■ Input
* * * *

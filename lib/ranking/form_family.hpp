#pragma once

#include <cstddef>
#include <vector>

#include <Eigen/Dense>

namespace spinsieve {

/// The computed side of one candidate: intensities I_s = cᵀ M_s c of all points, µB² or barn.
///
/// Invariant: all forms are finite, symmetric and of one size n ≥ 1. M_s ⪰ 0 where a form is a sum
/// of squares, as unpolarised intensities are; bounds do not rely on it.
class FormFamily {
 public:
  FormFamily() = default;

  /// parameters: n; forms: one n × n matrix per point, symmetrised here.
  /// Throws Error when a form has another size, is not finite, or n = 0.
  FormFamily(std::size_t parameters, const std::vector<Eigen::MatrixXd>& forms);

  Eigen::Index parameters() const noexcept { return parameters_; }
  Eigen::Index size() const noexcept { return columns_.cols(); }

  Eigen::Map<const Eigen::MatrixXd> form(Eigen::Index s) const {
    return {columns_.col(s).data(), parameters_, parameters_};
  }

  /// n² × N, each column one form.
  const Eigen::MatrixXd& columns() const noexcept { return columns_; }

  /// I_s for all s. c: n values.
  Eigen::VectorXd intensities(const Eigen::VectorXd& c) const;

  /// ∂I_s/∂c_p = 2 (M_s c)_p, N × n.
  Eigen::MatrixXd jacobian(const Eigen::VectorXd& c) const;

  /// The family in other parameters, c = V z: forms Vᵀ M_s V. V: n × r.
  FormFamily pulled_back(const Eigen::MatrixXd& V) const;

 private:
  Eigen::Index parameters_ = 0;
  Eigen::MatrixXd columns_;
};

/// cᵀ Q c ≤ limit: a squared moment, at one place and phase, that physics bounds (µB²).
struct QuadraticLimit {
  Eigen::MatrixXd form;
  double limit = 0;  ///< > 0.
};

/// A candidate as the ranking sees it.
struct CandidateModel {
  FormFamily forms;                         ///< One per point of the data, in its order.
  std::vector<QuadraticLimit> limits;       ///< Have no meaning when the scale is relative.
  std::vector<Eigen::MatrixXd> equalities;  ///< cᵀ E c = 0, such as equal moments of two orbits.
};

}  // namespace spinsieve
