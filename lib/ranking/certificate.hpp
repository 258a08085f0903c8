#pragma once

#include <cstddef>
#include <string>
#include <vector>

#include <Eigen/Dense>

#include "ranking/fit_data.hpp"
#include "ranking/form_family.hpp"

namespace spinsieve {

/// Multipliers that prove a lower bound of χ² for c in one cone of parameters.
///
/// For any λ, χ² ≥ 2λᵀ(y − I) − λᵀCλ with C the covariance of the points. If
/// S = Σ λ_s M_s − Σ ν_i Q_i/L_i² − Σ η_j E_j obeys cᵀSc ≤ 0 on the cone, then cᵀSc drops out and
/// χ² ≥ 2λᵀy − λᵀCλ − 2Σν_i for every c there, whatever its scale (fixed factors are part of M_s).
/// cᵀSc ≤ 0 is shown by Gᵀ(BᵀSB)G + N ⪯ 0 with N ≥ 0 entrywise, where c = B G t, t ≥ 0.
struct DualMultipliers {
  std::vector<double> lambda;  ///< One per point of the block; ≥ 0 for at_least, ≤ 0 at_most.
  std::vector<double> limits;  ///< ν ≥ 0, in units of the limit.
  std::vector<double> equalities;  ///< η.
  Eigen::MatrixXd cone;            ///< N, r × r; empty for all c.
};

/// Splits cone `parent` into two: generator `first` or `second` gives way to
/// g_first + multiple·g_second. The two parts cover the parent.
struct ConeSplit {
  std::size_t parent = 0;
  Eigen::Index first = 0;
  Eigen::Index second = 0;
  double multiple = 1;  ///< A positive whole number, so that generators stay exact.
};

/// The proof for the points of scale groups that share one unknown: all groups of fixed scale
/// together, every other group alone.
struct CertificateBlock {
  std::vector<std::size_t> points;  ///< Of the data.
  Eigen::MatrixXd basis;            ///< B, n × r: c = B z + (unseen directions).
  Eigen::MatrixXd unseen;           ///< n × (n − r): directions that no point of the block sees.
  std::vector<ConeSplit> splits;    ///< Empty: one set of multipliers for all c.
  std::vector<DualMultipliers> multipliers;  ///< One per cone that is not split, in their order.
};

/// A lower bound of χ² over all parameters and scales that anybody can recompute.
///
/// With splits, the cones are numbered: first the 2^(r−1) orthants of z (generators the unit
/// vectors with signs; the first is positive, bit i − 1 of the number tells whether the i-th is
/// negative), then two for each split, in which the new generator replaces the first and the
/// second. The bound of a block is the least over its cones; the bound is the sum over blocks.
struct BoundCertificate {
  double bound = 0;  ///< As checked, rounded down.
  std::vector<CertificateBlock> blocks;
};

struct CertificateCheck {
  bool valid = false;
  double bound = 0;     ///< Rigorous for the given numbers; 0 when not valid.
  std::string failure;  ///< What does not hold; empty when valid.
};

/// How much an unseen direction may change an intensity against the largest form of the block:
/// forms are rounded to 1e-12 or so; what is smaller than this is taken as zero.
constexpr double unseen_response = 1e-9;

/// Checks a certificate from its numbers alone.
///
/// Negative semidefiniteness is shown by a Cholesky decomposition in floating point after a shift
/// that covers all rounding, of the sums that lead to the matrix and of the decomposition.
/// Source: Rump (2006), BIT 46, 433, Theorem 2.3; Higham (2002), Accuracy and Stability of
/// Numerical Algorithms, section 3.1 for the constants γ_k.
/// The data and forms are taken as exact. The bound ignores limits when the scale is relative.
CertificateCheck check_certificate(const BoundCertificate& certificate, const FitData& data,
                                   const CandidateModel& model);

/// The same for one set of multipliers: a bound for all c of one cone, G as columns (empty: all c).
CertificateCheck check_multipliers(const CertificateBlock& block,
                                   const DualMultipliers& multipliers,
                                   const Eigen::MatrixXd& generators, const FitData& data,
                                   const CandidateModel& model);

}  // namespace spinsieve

* * * *

■ Task statement
Up to and including the line with "form is a sum", output every line of the records above exactly, starting from the first; output nothing else.

■ Task solution
filename lib/ranking/form_family.hpp
#pragma once

#include <cstddef>
#include <vector>

#include <Eigen/Dense>

namespace spinsieve {

/// The computed side of one candidate: intensities I_s = cᵀ M_s c of all points, µB² or barn.
///
/// Invariant: all forms are finite, symmetric and of one size n ≥ 1. M_s ⪰ 0 where a form is a sum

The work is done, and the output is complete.